Several weeks ago, President Gene R. Nichol asked the director of the historic campus to change College practice regarding the display of the table cross in the Wren Chapel. The decision generated much debate among members of the college community. On Dec. 20, Nichol emailed the following message to faculty, staff and students regarding his decision.


To the College Community:

I trust that you are enjoying the close of the semester. There are, as yet, still a few exams to be completed, papers to be graded, projects to be mastered, and, finally, miles to be traveled toward those who have missed you more than it was thought possible. My family and I have again been amazed by the warmth of the College community. From the Yule Log, to the carolers and singers who have brought greetings to our house, to the later-night enthusiasts of the Sunken Garden, you have lifted our hearts.

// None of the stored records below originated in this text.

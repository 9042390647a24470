//! One threshold of one board under one condition, from cycles that each only bracket it.

use super::{Crossing, Cycle, Edge};
use crate::statistics::censored::{
    Bracket, Fit, fit, largest_standard_deviation, standard_deviation_interval,
};
use serde::Serialize;

/// How far a threshold moves from cycle to cycle: a standard deviation in volts.
#[derive(Clone, Copy, Debug, PartialEq, Serialize)]
#[serde(tag = "kind", rename_all = "snake_case")]
pub enum Jitter {
    /// Estimated, with a two-sided interval at the confidence of the study.
    Found {
        /// Maximum-likelihood estimate.
        standard_deviation_v: f64,
        /// Lower end of the interval; absent where it cannot be told.
        low_v: Option<f64>,
        /// Upper end.
        high_v: Option<f64>,
    },
    /// One value would fit every bracket: no jitter was seen, and with the confidence of the study it is no larger.
    NoneSeen {
        /// The bound; absent for a single cycle.
        at_most_v: Option<f64>,
    },
}

/// A threshold at the terminals, in volts.
#[derive(Clone, Debug, PartialEq, Serialize)]
pub struct Threshold {
    /// Cycles in which it was found.
    pub count: usize,
    /// Cycles in which it was not.
    pub missing: usize,
    /// Maximum-likelihood mean of the brackets; the middle of what they have in common where no jitter was seen.
    pub mean_v: f64,
    /// Standard uncertainty of the mean by itself: from the curvature of the likelihood, or the width of what the brackets
    /// have in common over root 12 (JCGM 100:2008, 4.3.7).
    pub statistical_v: f64,
    /// Standard uncertainty of the instrument as its maker claims it; absent where nothing is claimed. It is the same in
    /// every cycle and does not average out.
    pub instrument_v: Option<f64>,
    /// Width of a bracket, on average.
    pub bracket_v: f64,
    /// How far it moves from cycle to cycle.
    pub jitter: Jitter,
}

impl Threshold {
    /// From the cycles of one board under one condition; `None` where none found the threshold.
    pub(super) fn of(cycles: &[&Cycle], edge: Edge, confidence: f64) -> Option<Self> {
        let found: Vec<&Crossing> = cycles.iter().filter_map(|cycle| edge.of(cycle)).collect();
        let brackets: Vec<Bracket> =
            found.iter().map(|crossing| Bracket { low: crossing.low.0, high: crossing.high.0 }).collect();
        let (mean_v, statistical_v, jitter) = match fit(&brackets)? {
            Fit::Found(estimate) => {
                let interval = standard_deviation_interval(&brackets, confidence);
                let jitter = Jitter::Found {
                    standard_deviation_v: estimate.standard_deviation,
                    low_v: interval.map(|(low, _)| low),
                    high_v: interval.map(|(_, high)| high),
                };
                (estimate.mean, estimate.mean_uncertainty, jitter)
            }
            Fit::NoSpreadSeen { common } => {
                let at_most_v = largest_standard_deviation(&brackets, confidence);
                let middle = 0.5 * (common.low + common.high);
                (middle, (common.high - common.low) / 12.0_f64.sqrt(), Jitter::NoneSeen { at_most_v })
            }
            Fit::NoBoundSeen => return None,
        };
        let claim = cycles.iter().find_map(|cycle| cycle.claim);
        let width: f64 = brackets.iter().map(|bracket| bracket.high - bracket.low).sum();
        Some(Self {
            count: found.len(),
            missing: cycles.len() - found.len(),
            mean_v,
            statistical_v,
            instrument_v: claim.map(|claim| claim.standard_uncertainty(mean_v)),
            bracket_v: width / found.len() as f64,
            jitter,
        })
    }

    /// Combined standard uncertainty (JCGM 100:2008, 5.1.2), V.
    pub fn standard_uncertainty_v(&self) -> f64 {
        self.statistical_v.hypot(self.instrument_v.unwrap_or(0.0))
    }
}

 I write, though, on another front. Controversy continues about my decision to alter the display of the cross in the Wren Chapel. Although the faculty has been strongly supportive, and the Student Senate voted by a wide margin not to oppose the change, opinion on campus is far from uniform. And beyond our walls, many alumni and friends of the College have urged, in the strongest terms, that the decision be reconsidered.

 I have tried to read each letter, note and email I’ve received about the issue—though the volume has been high and the language sometimes heated. And even as the semester has drawn to a close, I have continued to speak with faculty, students, staff, campus ministers, alumni and the members of our Board of Visitors about ways to honor our traditions while assuring that the Chapel is equally welcoming to all. I’ve found no magic answers. But having heard much, and having had the opportunity for at least some quiet reflection on the dispute, I write to offer a few words about the steps we’ve undertaken, the disagreements that have ensued, and my hopes for the future.

I am much taken with the Wren Chapel. Like many others, I attend an array of crucial College events there. Unlike others, I also have a key to its imposing west door. So I make studied and frequent use of the Chapel late in the evenings. It is, by my lights, the most ennobling and inspiring place on one of the most remarkable campuses in the world. That’s saying a good deal.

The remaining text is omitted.